%%
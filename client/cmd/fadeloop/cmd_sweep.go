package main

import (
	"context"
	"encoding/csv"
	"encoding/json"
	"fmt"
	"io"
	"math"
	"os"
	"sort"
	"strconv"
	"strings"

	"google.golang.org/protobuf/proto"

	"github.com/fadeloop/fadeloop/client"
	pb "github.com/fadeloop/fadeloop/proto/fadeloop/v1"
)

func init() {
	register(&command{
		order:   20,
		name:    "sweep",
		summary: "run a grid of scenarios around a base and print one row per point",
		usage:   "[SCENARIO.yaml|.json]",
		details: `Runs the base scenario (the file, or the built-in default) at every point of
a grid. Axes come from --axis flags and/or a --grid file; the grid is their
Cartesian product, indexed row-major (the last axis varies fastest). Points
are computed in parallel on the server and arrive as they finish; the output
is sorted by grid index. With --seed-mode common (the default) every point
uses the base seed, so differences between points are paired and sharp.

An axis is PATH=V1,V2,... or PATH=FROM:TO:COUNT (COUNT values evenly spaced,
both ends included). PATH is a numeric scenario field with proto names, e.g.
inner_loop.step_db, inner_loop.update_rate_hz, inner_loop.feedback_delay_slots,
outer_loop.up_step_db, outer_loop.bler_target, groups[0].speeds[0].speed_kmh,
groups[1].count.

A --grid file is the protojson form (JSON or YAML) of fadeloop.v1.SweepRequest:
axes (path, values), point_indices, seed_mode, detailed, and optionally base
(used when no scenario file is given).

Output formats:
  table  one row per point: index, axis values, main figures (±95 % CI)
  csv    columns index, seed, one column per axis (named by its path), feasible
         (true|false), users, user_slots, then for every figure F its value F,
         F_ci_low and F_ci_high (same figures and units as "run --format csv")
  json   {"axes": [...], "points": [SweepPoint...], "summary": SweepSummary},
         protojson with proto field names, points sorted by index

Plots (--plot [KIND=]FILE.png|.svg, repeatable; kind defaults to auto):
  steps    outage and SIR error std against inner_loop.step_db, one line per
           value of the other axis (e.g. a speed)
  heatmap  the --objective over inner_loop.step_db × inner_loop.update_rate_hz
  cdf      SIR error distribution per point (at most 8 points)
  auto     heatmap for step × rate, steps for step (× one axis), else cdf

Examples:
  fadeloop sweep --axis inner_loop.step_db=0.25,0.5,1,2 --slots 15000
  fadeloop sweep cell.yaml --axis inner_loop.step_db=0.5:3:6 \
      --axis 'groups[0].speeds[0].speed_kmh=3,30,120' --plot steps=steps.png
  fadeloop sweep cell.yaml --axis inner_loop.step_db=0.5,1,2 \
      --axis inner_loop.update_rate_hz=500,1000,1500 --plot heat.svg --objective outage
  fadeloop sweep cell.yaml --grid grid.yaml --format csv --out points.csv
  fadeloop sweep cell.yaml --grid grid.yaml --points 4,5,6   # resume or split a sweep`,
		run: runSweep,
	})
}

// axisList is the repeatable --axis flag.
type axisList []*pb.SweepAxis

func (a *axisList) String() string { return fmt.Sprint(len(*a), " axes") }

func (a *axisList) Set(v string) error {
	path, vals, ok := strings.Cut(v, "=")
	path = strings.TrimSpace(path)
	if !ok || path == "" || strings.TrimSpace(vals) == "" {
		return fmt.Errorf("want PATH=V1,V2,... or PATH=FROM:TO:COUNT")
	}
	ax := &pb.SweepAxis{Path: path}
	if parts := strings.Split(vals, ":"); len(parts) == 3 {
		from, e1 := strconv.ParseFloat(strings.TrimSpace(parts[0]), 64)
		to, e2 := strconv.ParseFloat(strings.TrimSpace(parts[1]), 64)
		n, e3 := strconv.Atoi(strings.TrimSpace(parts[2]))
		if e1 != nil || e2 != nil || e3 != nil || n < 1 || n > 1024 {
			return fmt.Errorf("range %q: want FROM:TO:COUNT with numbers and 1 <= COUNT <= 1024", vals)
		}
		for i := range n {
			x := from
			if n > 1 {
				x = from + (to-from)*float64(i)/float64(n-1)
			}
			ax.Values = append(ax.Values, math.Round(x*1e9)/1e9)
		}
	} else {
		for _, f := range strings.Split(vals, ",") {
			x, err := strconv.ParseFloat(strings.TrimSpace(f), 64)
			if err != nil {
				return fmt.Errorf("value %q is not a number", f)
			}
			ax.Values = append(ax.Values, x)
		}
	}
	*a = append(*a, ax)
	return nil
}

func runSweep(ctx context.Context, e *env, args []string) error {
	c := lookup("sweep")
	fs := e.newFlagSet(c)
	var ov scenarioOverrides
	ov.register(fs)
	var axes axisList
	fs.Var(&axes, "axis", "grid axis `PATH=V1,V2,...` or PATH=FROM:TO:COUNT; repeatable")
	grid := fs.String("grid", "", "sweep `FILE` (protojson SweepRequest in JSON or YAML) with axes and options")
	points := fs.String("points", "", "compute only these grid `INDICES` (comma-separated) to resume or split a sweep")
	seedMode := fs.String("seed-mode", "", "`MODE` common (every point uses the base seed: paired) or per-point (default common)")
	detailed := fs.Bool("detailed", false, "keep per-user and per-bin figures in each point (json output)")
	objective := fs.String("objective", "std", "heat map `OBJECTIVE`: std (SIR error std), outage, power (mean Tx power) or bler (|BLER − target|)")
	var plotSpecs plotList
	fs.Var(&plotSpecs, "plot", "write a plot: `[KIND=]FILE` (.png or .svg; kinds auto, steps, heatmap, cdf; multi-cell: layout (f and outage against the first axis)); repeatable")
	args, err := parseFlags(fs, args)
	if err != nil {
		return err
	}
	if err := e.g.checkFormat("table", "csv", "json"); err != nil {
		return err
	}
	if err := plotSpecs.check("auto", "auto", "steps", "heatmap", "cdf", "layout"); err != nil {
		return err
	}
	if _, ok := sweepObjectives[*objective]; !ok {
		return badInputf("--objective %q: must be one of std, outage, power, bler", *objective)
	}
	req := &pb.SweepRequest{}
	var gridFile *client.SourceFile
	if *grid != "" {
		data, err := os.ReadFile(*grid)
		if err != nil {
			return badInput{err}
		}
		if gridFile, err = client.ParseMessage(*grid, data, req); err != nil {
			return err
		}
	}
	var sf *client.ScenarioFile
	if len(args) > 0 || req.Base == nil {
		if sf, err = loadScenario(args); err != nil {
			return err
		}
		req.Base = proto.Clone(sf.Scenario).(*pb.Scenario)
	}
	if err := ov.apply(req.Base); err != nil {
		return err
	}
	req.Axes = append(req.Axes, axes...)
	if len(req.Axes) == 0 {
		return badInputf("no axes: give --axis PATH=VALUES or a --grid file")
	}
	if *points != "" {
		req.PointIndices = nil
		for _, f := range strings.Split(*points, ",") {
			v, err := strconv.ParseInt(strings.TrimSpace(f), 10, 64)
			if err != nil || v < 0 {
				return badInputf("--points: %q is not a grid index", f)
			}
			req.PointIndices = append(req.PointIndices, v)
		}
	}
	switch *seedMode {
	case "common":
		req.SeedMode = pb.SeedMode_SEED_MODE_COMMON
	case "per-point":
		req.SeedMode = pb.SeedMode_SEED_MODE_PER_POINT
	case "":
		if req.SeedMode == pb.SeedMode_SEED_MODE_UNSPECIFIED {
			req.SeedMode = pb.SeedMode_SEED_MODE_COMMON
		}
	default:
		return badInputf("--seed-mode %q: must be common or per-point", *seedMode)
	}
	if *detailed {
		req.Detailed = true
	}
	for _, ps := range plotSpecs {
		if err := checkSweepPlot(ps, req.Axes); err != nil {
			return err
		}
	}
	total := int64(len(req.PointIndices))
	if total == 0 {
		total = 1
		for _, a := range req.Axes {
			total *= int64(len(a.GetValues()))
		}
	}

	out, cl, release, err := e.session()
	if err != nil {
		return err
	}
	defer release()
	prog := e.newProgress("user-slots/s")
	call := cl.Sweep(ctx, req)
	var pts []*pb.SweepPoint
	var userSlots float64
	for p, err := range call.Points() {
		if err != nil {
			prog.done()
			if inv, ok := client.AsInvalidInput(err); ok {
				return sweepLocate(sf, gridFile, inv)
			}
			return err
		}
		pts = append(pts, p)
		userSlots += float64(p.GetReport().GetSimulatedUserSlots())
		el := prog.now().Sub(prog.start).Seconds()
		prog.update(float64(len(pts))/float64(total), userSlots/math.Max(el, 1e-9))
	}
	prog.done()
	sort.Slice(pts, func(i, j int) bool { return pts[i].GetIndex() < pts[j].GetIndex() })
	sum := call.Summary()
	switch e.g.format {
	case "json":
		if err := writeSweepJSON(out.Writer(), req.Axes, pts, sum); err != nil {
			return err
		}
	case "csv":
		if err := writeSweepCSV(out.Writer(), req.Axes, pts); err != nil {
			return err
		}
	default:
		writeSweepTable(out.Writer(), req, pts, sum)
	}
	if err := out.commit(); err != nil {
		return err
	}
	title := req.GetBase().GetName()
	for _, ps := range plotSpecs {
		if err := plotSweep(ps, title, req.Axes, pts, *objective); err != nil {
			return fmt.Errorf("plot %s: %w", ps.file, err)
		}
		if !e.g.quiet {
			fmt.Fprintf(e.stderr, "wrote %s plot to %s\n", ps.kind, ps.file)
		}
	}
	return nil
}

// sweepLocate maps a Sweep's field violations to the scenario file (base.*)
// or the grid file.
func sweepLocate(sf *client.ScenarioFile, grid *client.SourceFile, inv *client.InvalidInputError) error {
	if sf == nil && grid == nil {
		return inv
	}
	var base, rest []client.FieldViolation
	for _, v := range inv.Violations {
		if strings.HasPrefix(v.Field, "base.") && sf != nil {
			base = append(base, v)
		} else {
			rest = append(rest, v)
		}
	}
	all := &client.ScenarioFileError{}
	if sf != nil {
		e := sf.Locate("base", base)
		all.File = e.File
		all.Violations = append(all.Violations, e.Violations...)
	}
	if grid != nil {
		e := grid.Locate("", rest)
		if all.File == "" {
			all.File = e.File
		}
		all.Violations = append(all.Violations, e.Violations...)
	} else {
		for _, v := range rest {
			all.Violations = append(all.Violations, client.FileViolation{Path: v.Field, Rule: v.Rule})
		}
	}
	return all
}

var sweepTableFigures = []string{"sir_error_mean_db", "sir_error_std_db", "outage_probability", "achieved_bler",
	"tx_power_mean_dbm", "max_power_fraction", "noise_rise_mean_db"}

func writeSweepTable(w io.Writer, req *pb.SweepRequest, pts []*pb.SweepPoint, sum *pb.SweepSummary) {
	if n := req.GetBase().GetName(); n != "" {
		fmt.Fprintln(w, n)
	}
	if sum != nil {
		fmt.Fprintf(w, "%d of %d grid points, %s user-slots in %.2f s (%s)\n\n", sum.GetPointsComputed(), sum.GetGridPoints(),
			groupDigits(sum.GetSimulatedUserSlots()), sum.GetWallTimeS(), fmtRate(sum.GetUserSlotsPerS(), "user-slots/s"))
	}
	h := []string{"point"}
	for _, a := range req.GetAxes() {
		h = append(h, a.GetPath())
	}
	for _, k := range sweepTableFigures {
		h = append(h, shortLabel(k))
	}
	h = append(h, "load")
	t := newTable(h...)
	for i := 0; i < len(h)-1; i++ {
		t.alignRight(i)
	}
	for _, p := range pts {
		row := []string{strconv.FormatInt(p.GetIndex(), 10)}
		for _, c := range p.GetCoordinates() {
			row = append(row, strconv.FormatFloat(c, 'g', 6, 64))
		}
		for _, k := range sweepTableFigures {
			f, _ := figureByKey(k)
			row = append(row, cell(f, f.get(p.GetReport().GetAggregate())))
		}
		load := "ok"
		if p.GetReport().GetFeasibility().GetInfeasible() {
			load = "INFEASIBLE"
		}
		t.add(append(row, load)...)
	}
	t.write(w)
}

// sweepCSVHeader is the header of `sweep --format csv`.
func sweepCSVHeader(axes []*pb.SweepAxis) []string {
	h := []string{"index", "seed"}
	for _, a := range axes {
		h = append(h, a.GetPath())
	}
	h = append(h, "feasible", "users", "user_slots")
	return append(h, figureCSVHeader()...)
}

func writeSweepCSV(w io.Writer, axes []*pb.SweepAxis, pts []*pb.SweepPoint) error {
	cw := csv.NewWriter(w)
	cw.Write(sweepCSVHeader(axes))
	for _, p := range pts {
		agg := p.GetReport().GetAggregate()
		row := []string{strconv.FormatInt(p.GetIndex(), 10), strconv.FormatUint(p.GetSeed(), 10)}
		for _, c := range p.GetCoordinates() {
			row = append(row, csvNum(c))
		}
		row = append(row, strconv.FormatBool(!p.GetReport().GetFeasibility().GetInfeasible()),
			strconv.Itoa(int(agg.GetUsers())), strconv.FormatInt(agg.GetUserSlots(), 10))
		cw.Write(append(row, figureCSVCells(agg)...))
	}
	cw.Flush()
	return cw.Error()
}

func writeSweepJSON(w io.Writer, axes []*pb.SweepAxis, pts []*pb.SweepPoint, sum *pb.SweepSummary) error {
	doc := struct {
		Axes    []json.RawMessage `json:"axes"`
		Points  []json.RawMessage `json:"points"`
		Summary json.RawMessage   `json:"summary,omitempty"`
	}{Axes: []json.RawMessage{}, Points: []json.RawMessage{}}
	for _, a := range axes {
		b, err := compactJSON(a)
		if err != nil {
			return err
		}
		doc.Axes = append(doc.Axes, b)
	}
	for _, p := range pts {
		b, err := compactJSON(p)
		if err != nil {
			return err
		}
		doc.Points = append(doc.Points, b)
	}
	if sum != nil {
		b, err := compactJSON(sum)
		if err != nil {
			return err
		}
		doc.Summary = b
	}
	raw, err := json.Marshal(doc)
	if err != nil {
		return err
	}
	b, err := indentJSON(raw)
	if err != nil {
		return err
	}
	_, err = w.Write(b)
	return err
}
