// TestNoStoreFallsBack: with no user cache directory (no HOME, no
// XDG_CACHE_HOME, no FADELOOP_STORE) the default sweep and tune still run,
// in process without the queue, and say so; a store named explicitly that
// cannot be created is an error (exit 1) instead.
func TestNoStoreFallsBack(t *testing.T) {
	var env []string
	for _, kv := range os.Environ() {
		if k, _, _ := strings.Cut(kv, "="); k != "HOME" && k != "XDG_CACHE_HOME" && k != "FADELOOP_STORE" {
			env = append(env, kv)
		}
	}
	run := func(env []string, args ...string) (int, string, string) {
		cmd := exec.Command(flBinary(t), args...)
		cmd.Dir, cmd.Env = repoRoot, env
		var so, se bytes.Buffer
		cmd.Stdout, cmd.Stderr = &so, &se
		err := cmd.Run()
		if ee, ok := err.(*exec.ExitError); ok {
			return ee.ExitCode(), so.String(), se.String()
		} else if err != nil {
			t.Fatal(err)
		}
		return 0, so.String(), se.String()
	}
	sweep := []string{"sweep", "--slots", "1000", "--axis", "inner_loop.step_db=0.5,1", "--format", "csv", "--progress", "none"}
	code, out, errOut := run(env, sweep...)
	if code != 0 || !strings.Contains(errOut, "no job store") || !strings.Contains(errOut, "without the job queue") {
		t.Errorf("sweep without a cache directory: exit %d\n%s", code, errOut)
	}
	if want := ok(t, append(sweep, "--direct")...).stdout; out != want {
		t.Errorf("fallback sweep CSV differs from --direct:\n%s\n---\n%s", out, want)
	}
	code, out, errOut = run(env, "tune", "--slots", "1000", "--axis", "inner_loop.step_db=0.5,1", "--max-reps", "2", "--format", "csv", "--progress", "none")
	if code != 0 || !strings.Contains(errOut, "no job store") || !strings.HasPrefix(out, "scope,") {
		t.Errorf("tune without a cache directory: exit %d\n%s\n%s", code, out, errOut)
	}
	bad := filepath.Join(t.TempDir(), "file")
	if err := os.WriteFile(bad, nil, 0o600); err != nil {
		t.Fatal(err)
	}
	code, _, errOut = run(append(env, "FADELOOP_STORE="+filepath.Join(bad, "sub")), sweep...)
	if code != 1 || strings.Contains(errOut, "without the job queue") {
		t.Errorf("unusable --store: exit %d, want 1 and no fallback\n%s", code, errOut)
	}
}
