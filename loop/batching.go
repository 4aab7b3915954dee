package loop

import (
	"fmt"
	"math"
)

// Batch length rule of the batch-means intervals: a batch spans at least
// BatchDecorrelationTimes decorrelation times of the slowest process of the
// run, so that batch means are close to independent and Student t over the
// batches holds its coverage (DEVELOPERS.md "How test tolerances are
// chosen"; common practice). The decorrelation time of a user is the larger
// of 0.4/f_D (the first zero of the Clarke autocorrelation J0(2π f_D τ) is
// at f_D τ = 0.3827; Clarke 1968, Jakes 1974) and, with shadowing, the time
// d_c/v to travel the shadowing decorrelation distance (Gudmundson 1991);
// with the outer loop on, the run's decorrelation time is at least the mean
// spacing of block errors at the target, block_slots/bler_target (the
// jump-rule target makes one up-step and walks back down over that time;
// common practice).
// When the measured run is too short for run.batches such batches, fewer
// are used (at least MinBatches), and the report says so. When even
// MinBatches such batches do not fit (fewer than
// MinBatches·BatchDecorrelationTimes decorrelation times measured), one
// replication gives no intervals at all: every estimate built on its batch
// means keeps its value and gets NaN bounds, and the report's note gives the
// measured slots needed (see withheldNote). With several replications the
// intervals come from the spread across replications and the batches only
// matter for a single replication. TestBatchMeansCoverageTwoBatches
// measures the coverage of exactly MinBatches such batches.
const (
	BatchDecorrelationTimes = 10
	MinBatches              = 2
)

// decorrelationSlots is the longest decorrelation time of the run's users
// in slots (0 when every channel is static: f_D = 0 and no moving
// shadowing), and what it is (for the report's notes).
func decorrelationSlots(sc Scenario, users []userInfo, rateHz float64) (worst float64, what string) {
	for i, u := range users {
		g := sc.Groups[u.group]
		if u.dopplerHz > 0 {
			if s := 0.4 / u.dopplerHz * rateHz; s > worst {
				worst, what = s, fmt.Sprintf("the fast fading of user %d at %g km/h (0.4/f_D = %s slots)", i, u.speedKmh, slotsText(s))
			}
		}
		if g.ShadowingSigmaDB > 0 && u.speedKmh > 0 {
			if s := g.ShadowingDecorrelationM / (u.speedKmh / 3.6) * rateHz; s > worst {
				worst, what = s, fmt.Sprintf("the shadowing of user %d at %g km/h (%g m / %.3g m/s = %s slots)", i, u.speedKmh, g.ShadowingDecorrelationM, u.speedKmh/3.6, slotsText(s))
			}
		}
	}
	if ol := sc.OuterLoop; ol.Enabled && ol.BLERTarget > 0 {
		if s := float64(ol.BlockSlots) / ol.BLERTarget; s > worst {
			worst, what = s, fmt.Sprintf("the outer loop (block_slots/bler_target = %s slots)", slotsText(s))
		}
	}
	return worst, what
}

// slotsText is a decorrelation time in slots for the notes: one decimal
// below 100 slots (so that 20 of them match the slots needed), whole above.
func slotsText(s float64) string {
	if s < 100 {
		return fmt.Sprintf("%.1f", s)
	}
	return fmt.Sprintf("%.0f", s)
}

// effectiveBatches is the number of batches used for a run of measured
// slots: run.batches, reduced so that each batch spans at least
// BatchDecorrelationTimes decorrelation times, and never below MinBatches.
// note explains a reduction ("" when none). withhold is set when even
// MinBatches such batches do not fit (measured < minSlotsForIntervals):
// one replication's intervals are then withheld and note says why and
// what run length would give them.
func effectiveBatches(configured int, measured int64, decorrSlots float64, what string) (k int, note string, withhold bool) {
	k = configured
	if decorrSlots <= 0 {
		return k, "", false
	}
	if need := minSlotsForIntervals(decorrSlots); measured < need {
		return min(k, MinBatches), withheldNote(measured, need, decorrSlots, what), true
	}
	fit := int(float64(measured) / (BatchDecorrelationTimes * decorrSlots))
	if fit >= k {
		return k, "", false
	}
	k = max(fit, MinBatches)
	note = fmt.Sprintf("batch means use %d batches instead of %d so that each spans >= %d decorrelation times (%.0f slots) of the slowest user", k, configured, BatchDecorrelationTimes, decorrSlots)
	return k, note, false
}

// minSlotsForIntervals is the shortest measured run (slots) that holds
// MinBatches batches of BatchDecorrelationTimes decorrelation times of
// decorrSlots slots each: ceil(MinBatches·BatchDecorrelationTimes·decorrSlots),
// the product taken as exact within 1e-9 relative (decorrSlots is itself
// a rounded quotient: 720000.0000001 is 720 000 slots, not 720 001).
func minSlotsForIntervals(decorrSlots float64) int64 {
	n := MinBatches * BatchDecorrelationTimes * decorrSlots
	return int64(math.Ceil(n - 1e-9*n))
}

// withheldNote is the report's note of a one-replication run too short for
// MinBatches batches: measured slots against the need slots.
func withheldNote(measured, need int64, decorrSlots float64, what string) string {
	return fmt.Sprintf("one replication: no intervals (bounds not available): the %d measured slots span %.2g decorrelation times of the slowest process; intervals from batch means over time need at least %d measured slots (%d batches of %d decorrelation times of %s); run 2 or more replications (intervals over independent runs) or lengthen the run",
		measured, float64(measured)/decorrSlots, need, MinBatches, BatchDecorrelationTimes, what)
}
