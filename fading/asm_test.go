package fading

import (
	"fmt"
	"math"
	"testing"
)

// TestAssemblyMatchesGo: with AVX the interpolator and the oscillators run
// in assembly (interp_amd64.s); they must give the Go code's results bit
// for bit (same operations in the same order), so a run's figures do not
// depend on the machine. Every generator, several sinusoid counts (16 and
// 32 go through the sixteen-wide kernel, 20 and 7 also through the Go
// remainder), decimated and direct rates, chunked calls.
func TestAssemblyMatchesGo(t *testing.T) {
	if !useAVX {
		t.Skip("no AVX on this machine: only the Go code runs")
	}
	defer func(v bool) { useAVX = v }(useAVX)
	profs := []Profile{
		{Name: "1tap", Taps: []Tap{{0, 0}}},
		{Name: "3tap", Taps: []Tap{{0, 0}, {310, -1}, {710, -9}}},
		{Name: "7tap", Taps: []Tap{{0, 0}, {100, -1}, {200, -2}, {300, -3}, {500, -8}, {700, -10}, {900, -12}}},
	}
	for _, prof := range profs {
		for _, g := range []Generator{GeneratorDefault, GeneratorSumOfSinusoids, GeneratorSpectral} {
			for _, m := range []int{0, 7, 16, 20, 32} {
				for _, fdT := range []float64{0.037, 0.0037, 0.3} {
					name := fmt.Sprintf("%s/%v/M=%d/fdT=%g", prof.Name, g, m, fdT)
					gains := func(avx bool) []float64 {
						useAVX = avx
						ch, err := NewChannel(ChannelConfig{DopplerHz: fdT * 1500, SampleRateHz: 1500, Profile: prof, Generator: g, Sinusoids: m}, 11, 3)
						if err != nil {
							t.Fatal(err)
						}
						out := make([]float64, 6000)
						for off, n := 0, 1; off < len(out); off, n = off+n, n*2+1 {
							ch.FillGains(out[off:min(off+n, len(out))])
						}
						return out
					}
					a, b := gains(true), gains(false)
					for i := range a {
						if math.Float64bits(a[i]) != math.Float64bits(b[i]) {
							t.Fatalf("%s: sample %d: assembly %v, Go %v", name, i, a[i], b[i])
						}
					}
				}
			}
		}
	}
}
%%
**INSTRUCTIONS TO FOLLOW**
Write down only the number of lines that contain the string "sorted" in the listing.

**FINISHED TASK**
2